*** Opening of RECORDS FOR THE EXERCISE ***

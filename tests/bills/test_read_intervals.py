"""Interval files: local days through changes of the clock, missing readings, many ways to write.

Expected sums are counted by hand: every reading is 0.5 unless said otherwise.  The dates on which
clocks change in the US (second Sunday of March, first of November, since 2007) are public law.
"""

from __future__ import annotations

from collections.abc import Iterator
from datetime import UTC, datetime, timedelta
from pathlib import Path

import pytest
from hypothesis import HealthCheck, given, settings
from hypothesis import strategies as st

from normalize.bills.answers import answers_of
from normalize.bills.periods import Bills
from normalize.bills.read import read_bills, understand_file
from normalize.bills.table import open_file
from normalize.days import iso
from normalize.errors import AmbiguousBills, NormalizeError, UnreadableBills

pytestmark = pytest.mark.kernel
TMP_PATH_IS_SHARED = [HealthCheck.function_scoped_fixture]


def read(lines: list[str], folder: Path, encoding: str = "utf-8", **options: object) -> Bills:
    file = folder / "intervals.csv"
    file.write_bytes(("\n".join(lines) + "\n").encode(encoding))
    return read_bills(file, **options)  # type: ignore[arg-type]


def days_of(bills: Bills) -> dict[str, float]:
    p = bills.periods
    return {iso(int(a)): round(float(u), 9) for a, u in zip(p.start, p.use, strict=True)}


def moments(first: str, n: int, minutes: int = 60) -> Iterator[datetime]:
    begin = datetime.fromisoformat(first)
    return (begin + timedelta(minutes=minutes * k) for k in range(n))


JAN = {"2023-01-13": 12.0, "2023-01-14": 12.0, "2023-01-15": 12.0}
HOURS = list(moments("2023-01-13T00:00", 72))


@pytest.mark.parametrize(
    ("head", "shape"),
    [
        ("Timestamp,kWh", "%Y-%m-%d %H:%M,0.5"),
        ("Timestamp,kWh", "%Y-%m-%dT%H:%M:%S.000,0.500"),
        ("Timestamp;kWh", "%d.%m.%Y %H:%M;0,5"),
        ("Date/Time\tkWh", "%m/%d/%Y %I:%M %p\t0.5"),
        ("Timestamp,kWh", "%m/%d/%y %H:%M,.5"),
        ("Timestamp,kWh", '"%Y%m%d %H:%M","0.5"'),
        ("Timestamp,kWh", "%d-%b-%Y %H:%M,0.5"),
        ("Timestamp,kWh", "%b %d 2023 %I:%M %p,0.5"),
        ("Date,Time,kWh", "%Y-%m-%d,%H:%M,0.5"),
        ("Date,Hour,kWh", "%Y-%m-%d,%H,0.5"),
        ("Date,Time,kWh", "%Y-%m-%d,%H%M,0.5"),
        ("TYPE,DATE,START TIME,END TIME,USAGE,UNITS,COST,NOTES",
         "Electric usage,%Y-%m-%d,%H:%M,x,0.5,kWh,$0.10,"),
        ("Interval start,Interval end,kWh", "%Y-%m-%d %H:%M,x,0.5"),
        ("Interval start,Usage,Unit", "%Y-%m-%d %H:%M,500,Wh"),
        ("Meter,Timestamp,kWh", "12345678,%Y-%m-%d %H:%M,0.5"),
    ],
)  # fmt: skip
def test_ways_to_write_moments(head: str, shape: str, tmp_path: Path) -> None:
    bills = read([head, *(h.strftime(shape) for h in HOURS)], tmp_path)
    scale = 1000 if "500,Wh" in shape else 1
    assert days_of(bills) == {day: use * scale for day, use in JAN.items()}
    assert bills.fuel == "electricity"
    assert any("72 readings of 1 h, summed to 3 local days" in text for text in bills.reading)
    if "$" in shape:
        assert bills.periods.cost.tolist() == pytest.approx([2.4] * 3)


@pytest.mark.parametrize("encoding", ["utf-8-sig", "utf-16", "cp1252"])
def test_encodings(encoding: str, tmp_path: Path) -> None:
    lines = ["Ende der Ablesung é", "Timestamp,kWh", *(f"{h:%Y-%m-%d %H:%M},0.5" for h in HOURS)]
    assert days_of(read(lines, tmp_path, encoding)) == JAN


def test_title_repeated_header_footer_and_blank_lines(tmp_path: Path) -> None:
    body = [f"{h:%Y-%m-%d %H:%M},0.5" for h in HOURS]
    lines = ["History", "", "Timestamp,kWh", *body[:40], "Timestamp,kWh", "", *body[40:],
             "Total,36"]  # fmt: skip
    bills = read(lines, tmp_path)
    assert days_of(bills) == JAN
    assert any("passed over: 2 lines" in text for text in bills.reading)
    assert [row.line for row in bills.rows] == [4, 28, 54]


def test_newest_first(tmp_path: Path) -> None:
    lines = ["Timestamp,kWh", *(f"{h:%Y-%m-%d %H:%M},0.5" for h in reversed(HOURS))]
    assert days_of(read(lines, tmp_path)) == JAN


def test_quarter_hours_that_are_named_by_their_end(tmp_path: Path) -> None:
    quarter = moments("2023-01-13T00:15", 96 * 2, 15)
    bills = read(["Timestamp,kWh", *(f"{q:%Y-%m-%d %H:%M},0.5" for q in quarter)], tmp_path)
    assert days_of(bills) == {"2023-01-13": 48.0, "2023-01-14": 48.0}
    assert any("end of its interval" in text for text in bills.reading)


def test_hours_that_are_named_by_their_end_up_to_24(tmp_path: Path) -> None:
    lines = [f"2023-01-{day},{hour}:00,0.5" for day in (13, 14) for hour in range(1, 25)]
    bills = read(["Date,Hour ending,kWh", *lines], tmp_path)
    assert days_of(bills) == {"2023-01-13": 12.0, "2023-01-14": 12.0}


def test_start_or_end_can_be_said(tmp_path: Path) -> None:
    lines = ["Timestamp,kWh", *(f"{h:%Y-%m-%d %H:%M},0.5" for h in HOURS[1:70])]
    assert any("start or the end" in text for text in read(lines, tmp_path).cautions)
    ends = read(lines, tmp_path, interval_times="end")
    assert ends.cautions == ()
    assert days_of(ends) == {"2023-01-13": 12.0, "2023-01-14": 12.0}


def test_local_clock_changes_without_a_zone(tmp_path: Path) -> None:
    spring = [h for h in moments("2023-03-11T00:00", 72) if not (h.day == 12 and h.hour == 2)]
    found = days_of(read(["Timestamp,kWh", *(f"{h:%Y-%m-%d %H:%M},0.5" for h in spring)], tmp_path))
    assert found == {"2023-03-11": 12.0, "2023-03-12": 11.5, "2023-03-13": 12.0}
    autumn = list(moments("2023-11-04T00:00", 72))
    autumn.insert(26, autumn[25])  # one o'clock twice on the fifth
    found = days_of(read(["Timestamp,kWh", *(f"{h:%Y-%m-%d %H:%M},0.5" for h in autumn)], tmp_path))
    assert found == {"2023-11-04": 12.0, "2023-11-05": 12.5, "2023-11-06": 12.0}


def test_an_hour_missing_on_any_other_day_is_missing(tmp_path: Path) -> None:
    lines = [f"{h:%Y-%m-%d %H:%M},0.5" for h in HOURS if not (h.day == 14 and h.hour == 2)]
    bills = read(["Timestamp,kWh", *lines], tmp_path)
    assert days_of(bills) == {"2023-01-13": 12.0, "2023-01-15": 12.0}
    note = next(e.note for e in bills.ledger if e.fate == "left out")
    assert note == "readings of 1 h are missing on this day"


def utc_lines(first: str, n: int) -> list[str]:
    begin = datetime.fromisoformat(first).replace(tzinfo=UTC)
    return [f"{begin + timedelta(hours=k):%Y-%m-%dT%H:%M:%SZ},0.5" for k in range(n)]


def test_utc_asks_for_the_zone(tmp_path: Path) -> None:
    lines = ["Timestamp,kWh", *utc_lines("2023-03-11T05:00", 24 + 23 + 24)]
    with pytest.raises(AmbiguousBills, match="time_zone"):
        read(lines, tmp_path)
    bills = read(lines, tmp_path, time_zone="America/New_York")
    assert days_of(bills) == {"2023-03-11": 12.0, "2023-03-12": 11.5, "2023-03-13": 12.0}


def test_offsets_in_the_file_are_its_local_time(tmp_path: Path) -> None:
    from zoneinfo import ZoneInfo

    begin = datetime(2023, 11, 4, 4, tzinfo=UTC)
    zone = ZoneInfo("America/New_York")
    stamps = [(begin + timedelta(hours=k)).astimezone(zone) for k in range(24 + 25 + 24)]
    bills = read(["Timestamp,kWh", *(f"{s.isoformat()},0.5" for s in stamps)], tmp_path)
    assert days_of(bills) == {"2023-11-04": 12.0, "2023-11-05": 12.5, "2023-11-06": 12.0}


def test_a_file_appended_to_itself_counts_once(tmp_path: Path) -> None:
    lines = [f"{h:%Y-%m-%d %H:%M},0.5" for h in HOURS]
    bills = read(["Timestamp,kWh", *lines, *lines], tmp_path)
    assert days_of(bills) == JAN
    assert any("counted once: 72 lines" in text for text in bills.reading)


def test_two_values_for_one_hour_are_not_chosen_between(tmp_path: Path) -> None:
    lines = [f"{h:%Y-%m-%d %H:%M},0.5" for h in HOURS]
    bills = read(["Timestamp,kWh", *lines, "2023-01-14 05:00,9"], tmp_path)
    assert days_of(bills) == {"2023-01-13": 12.0, "2023-01-15": 12.0}
    assert "twice" in next(e.note for e in bills.ledger if e.fate == "left out")


def test_a_stray_comma_does_not_shift_a_number(tmp_path: Path) -> None:
    lines = [f"{h:%Y-%m-%d %H:%M},0.5,$1" for h in HOURS]
    lines[30] = lines[30].replace("0.5", "1,234")
    bills = read(["Timestamp,kWh,Cost", *lines], tmp_path)
    assert days_of(bills) == {"2023-01-13": 12.0, "2023-01-15": 12.0}


def test_numbers_that_need_a_second_look(tmp_path: Path) -> None:
    lines = [f"{h:%Y-%m-%d %H:%M},0.5" for h in HOURS]
    lines[3] = "2023-01-13 03:00,5e-1"
    lines[4] = '2023-01-13 04:00,"1,000.5"'
    lines[5] = "2023-01-13 05:00,(0.5)"
    assert days_of(read(["Timestamp,kWh", *lines], tmp_path))["2023-01-13"] == 1011.0


def test_several_meters_are_asked_about(tmp_path: Path) -> None:
    lines = [f"{m},{h:%Y-%m-%d %H:%M},{u}" for h in HOURS
             for m, u in (("11112222", 0.5), ("33334444", 7))]  # fmt: skip
    with pytest.raises(AmbiguousBills, match="2222") as caught:
        read(["Meter,Timestamp,kWh", *lines], tmp_path)
    assert "11112222" not in str(caught.value)
    assert days_of(read(["Meter,Timestamp,kWh", *lines], tmp_path, rows="2222")) == JAN


def test_estimates_are_counted(tmp_path: Path) -> None:
    lines = [f"{h:%Y-%m-%d %H:%M},0.5,{'E' if h.hour < 2 else 'A'}" for h in HOURS]
    bills = read(["Timestamp,kWh,Quality", *lines], tmp_path)
    assert any("used as they are: 6 readings" in text for text in bills.reading)


def test_days_are_summed_to_months_on_request(tmp_path: Path) -> None:
    hours = moments("2023-01-01T00:00", 24 * 90)
    lines = ["Timestamp,kWh", *(f"{h:%Y-%m-%d %H:%M},0.5" for h in hours)]
    assert days_of(read(lines, tmp_path, sum_to="month")) == {
        "2023-01-01": 12.0 * 31, "2023-02-01": 12.0 * 28, "2023-03-01": 12.0 * 31,
    }  # fmt: skip
    fifth = read(lines, tmp_path, sum_to="month", read_day=5)
    assert days_of(fifth) == {"2023-01-05": 12.0 * 31, "2023-02-05": 12.0 * 28}
    assert "are missing" in next(e.note for e in fifth.ledger if e.fate == "left out")


def test_daily_lines_are_the_use_of_their_day(tmp_path: Path) -> None:
    days = list(moments("2023-01-01T00:00", 40, 24 * 60))
    few = read(["Date,kWh", *(f"{d:%Y-%m-%d},{d.day}" for d in days)], tmp_path)
    assert days_of(few)["2023-01-01"] == 1.0
    assert few.periods.n == 40
    many = [d + timedelta(days=0) for d in moments("2000-01-01T00:00", 6000, 24 * 60)]
    bills = read(["Date,kWh", *(f"{d:%m/%d/%Y},{d.day}" for d in many)], tmp_path)
    assert bills.periods.n == 6000
    assert days_of(bills)["2003-02-28"] == 28.0


@pytest.mark.parametrize(
    ("lines", "words"),
    [
        (["Timestamp,kW", *(f"{h:%Y-%m-%d %H:%M},0.5" for h in HOURS)], "kW"),
        (["Timestamp,Usage", *(f"{h:%Y-%m-%d %H:%M},0.5" for h in HOURS)], "fuel"),
        (["Timestamp,kWh", *(f"{h.month}/{h.day}/2023 {h:%H:%M},0.5"
                             for h in moments("2023-01-03T00:00", 72))], "month first"),
        (["Timestamp,kWh", *(f"{h:%Y-%m-%d %H:%M},x" for h in HOURS)], "number"),
    ],
)  # fmt: skip
def test_questions_and_refusals(lines: list[str], words: str, tmp_path: Path) -> None:
    with pytest.raises(NormalizeError, match=words):
        read(lines, tmp_path)


def test_an_unknown_zone(tmp_path: Path) -> None:
    lines = ["Timestamp,kWh", *utc_lines("2023-03-11T05:00", 30)]
    for zone in ("Nowhere/City", "../etc/passwd", "\0", "+99:00"):
        with pytest.raises(NormalizeError, match="time zone"):
            read(lines, tmp_path, time_zone=zone)


def test_no_more_lines_than_a_century_of_quarter_hours(
    tmp_path: Path, monkeypatch: pytest.MonkeyPatch
) -> None:
    import normalize.bills.interval_file as interval_file

    monkeypatch.setattr(interval_file, "MAX_LINES", 50)
    with pytest.raises(UnreadableBills, match="more than 50 lines"):
        read(["Timestamp,kWh", *(f"{h:%Y-%m-%d %H:%M},0.5" for h in HOURS)], tmp_path)


@settings(max_examples=40, deadline=None, suppress_health_check=TMP_PATH_IS_SHARED)
@given(
    first=st.datetimes(datetime.fromisoformat("2001-01-01"), datetime.fromisoformat("2030-01-01")),
    uses=st.lists(st.integers(0, 10**7), min_size=50, max_size=200),
    minutes=st.sampled_from([5, 15, 30, 60]),
    shape=st.sampled_from(["%Y-%m-%d %H:%M", "%Y-%m-%dT%H:%M:%S", "%d-%b-%Y %I:%M %p",
                           "%Y%m%d %H:%M", "%Y-%m-%d,%H%M", '"%Y-%m-%d %H:%M"']),
    places=st.integers(0, 4),
    pad=st.sampled_from(["", " "]),
)  # fmt: skip
def test_daily_sums_are_those_of_pandas(
    first: datetime, uses: list[int], minutes: int, shape: str, places: int, pad: str,
    tmp_path: Path,
) -> None:  # fmt: skip
    """Sums of every day, whole or not, against pandas, a reference library, on the same moments."""
    import pandas as pd

    begin = first.replace(minute=0, second=0, microsecond=0)
    stamps = [begin + timedelta(minutes=minutes * k) for k in range(len(uses))]
    numbers = [round(u / 10**places, places) for u in uses]
    head = "Date,Time,kWh" if "," in shape else "Timestamp,kWh"
    lines = [f"{s.strftime(shape)},{pad}{u:.{places}f}{pad}" for s, u in
             zip(stamps, numbers, strict=True)]  # fmt: skip
    file = tmp_path / "any.csv"
    file.write_text("\n".join([head, *lines]) + "\n")
    answers = answers_of(file.name, {"interval_times": "start"})
    rows = understand_file(open_file(file), answers, None).rows
    frame = pd.Series(numbers, index=[s.date() for s in stamps])
    sums = frame.groupby(level=0).sum()
    assert [iso(r.start or 0) for r in rows] == [f"{d}" for d in sums.index]
    assert [r.use for r in rows] == pytest.approx(sums.tolist(), rel=1e-12, abs=1e-12)


@pytest.mark.parametrize(
    ("head", "lines", "day"),
    [
        # Hours and minutes without a colon, whose noughts a spreadsheet has dropped.
        ("Date,Time,kWh", [f"2023-01-13,{h * 100 + m},0.5" for h in range(24) for m in
                           (0, 15, 30, 45)], 48.0),
        ("Date,Time,kWh", [f"2023-01-13,{h:02}{m:02},0.5" for h in range(24) for m in
                           (0, 15, 30, 45)], 48.0),
        ("Date,Time,kWh", [f"2023-01-13,{h:02}:00 - {h + 1:02}:00,0.5" for h in range(24)], 12.0),
        ("Time,Date,kWh", [f"{h}:00,2023-01-13,0.5" for h in range(24)], 12.0),
        ("Date,Time,kWh", [f"2023-01-13 00:00,{h}:00,0.5" for h in range(24)], 12.0),
        ("Timestamp,kWh", [f"13-JAN-2023:{h:02}:00,0.5" for h in range(24)], 12.0),
        ("Timestamp,kWh", [f"2023-01-13 {h:02}:00:00.000 -0500,0.5" for h in range(24)], 12.0),
        ("Timestamp,kWh", [f"  2023-01-13 {h:02}:00  , 0.5 " for h in range(24)], 12.0),
        ("Timestamp,kWh,x", [f'"2023-01-13 {h:02}:00","0.5","a, b"' for h in range(24)], 12.0),
        ("Timestamp,kWh", [f"2023-01-13 {h:02}:00,0.5\r" for h in range(24)], 12.0),
        ("Timestamp,kWh", [f"2023-01-13 {h:02}:00,.5 kWh" for h in range(24)], 12.0),
    ],
)  # fmt: skip
def test_more_ways_to_write(head: str, lines: list[str], day: float, tmp_path: Path) -> None:
    bills = read([head, *lines], tmp_path)
    assert days_of(bills) == {"2023-01-13": day}


def test_a_date_beside_a_time_that_contradicts_it_is_not_used(tmp_path: Path) -> None:
    lines = [f"2023-01-13 {h:02}:00,{(h + 1) % 24}:00,0.5" for h in range(24)]
    with pytest.raises(NormalizeError):
        read(["Date,Time,kWh", *lines], tmp_path)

*** Close of RECORDS FOR THE EXERCISE ***

# [GOAL OF THE EXERCISE]
Find how many lines contain "scale" in the data. Write that number and nothing else.

# [RESULT OF THIS TASK]
2